*** Opening Records provided ***
/**
 * Fits the random-intercept model by REML (module comment: the profile, its search, the df).
 * @param data response, design (with an intercept column if wanted), column names, blade of each run
 * @param options level of the intervals (0.95)
 * @throws Error naming the problem: sizes that disagree, values that are not finite, a design
 *   column that is aliased with others, no residual df, no residual variation
 */
export function fitRandomIntercept(data: RandomInterceptData, options: { level?: number } = {}): RandomInterceptFit {
  const level = options.level ?? 0.95;
  assertLevel(level, "fitRandomIntercept: level");
  const N = data.y.length;
  const p = data.columns.length;
  if (data.X.length !== N || data.groups.length !== N) {
    throw new Error(`fitRandomIntercept: y has ${N} runs but X has ${data.X.length} rows and groups ${data.groups.length} entries`);
  }
  if (p === 0) throw new Error("fitRandomIntercept: the design has no columns");
  for (let r = 0; r < N; r++) {
    if (!Number.isFinite(data.y[r])) throw new Error(`fitRandomIntercept: the outcome of run ${r + 1} is not a finite number`);
    const row = data.X[r];
    if (row.length !== p) throw new Error(`fitRandomIntercept: row ${r + 1} of X has ${row.length} columns, expected ${p}`);
    for (let a = 0; a < p; a++) {
      if (!Number.isFinite(row[a])) throw new Error(`fitRandomIntercept: "${data.columns[a]}" of run ${r + 1} is not a finite number`);
    }
  }
  if (N - p < 1) throw new Error(`fitRandomIntercept: ${N} runs cannot estimate ${p} coefficients and a residual variance`);
  const aliased = firstAliasedColumn(data.X, data.columns);
  if (aliased !== null) {
    throw new Error(`fitRandomIntercept: the design is singular: "${aliased}" is a linear combination of the columns before it (or constant zero)`);
  }
  const g = gather(data);
  // Columns constant within every blade are estimated from blade-to-blade differences alone:
  // with no blades to spare, the between-blade variance (and any arm comparison) is not estimable.
  const betweenColumns = betweenBladeColumnCount(data);
  if (g.nBlades - betweenColumns < 1) {
    throw new Error(`fitRandomIntercept: ${g.nBlades} blade${g.nBlades === 1 ? "" : "s"} cannot estimate ${betweenColumns} blade-level coefficient${betweenColumns === 1 ? "" : "s"} and the between-blade variance; more blades are needed`);
  }
  const separable = [...g.bySize.keys()].some((n) => n > 1);
  const best = separable ? maximizeProfile(g) : profile(g, 0);
  if (!best) throw new Error("fitRandomIntercept: there is no residual variation (every run fits exactly), so no variance can be estimated");
  const sigma2 = best.sigma2;
  const sigmaB2 = best.gamma * sigma2;
  const covariance = best.xhxInverse.map((row) => row.map((v) => v * sigma2));
  const residualDf = N - p;
  const satterthwaite = separable ? satterthwaiteState(g, sigma2, sigmaB2, covariance, best.beta) : null;
  const dfMethod: DfMethod = separable ? "Satterthwaite" : "residual (one run per blade)";
  const fit: RandomInterceptFit = {
    method: "linear mixed model, blade random intercept, REML",
    optimizer: "profiled REML over the variance ratio: grid on log10(ratio) in [-8, 8], then bisection on the REML score",
    dfMethod,
    nBlades: g.nBlades,
    nRuns: N,
    columns: [...data.columns],
    coefficients: [],
    covariance,
    variance: {
      betweenBlades: separable ? sigmaB2 : null,
      withinBlade: sigma2,
      sdBetweenBlades: separable ? Math.sqrt(sigmaB2) : null,
      sdWithinBlade: Math.sqrt(sigma2),
      icc: separable ? sigmaB2 / (sigmaB2 + sigma2) : null,
      atBoundary: separable && best.gamma === 0,
    },
    varianceRatio: best.gamma,
    restrictedLogLik: -0.5 * best.minus2,
    level,
    satterthwaite,
    residualDf,
    beta: best.beta,
  };
  if (separable && !satterthwaite) fit.dfMethod = "residual (variance information singular)";
  fit.coefficients = data.columns.map((name, j) => mixedModelContrast(fit, data.columns.map((_, i) => (i === j ? 1 : 0)), name));
  return fit;
}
*** Closing Records provided ***
● **Work item**:
From the data, pick out every line that includes "REML".

● **Solved exercise**:
 * Fits the random-intercept model by REML (module comment: the profile, its search, the df).
    method: "linear mixed model, blade random intercept, REML",
    optimizer: "profiled REML over the variance ratio: grid on log10(ratio) in [-8, 8], then bisection on the REML score",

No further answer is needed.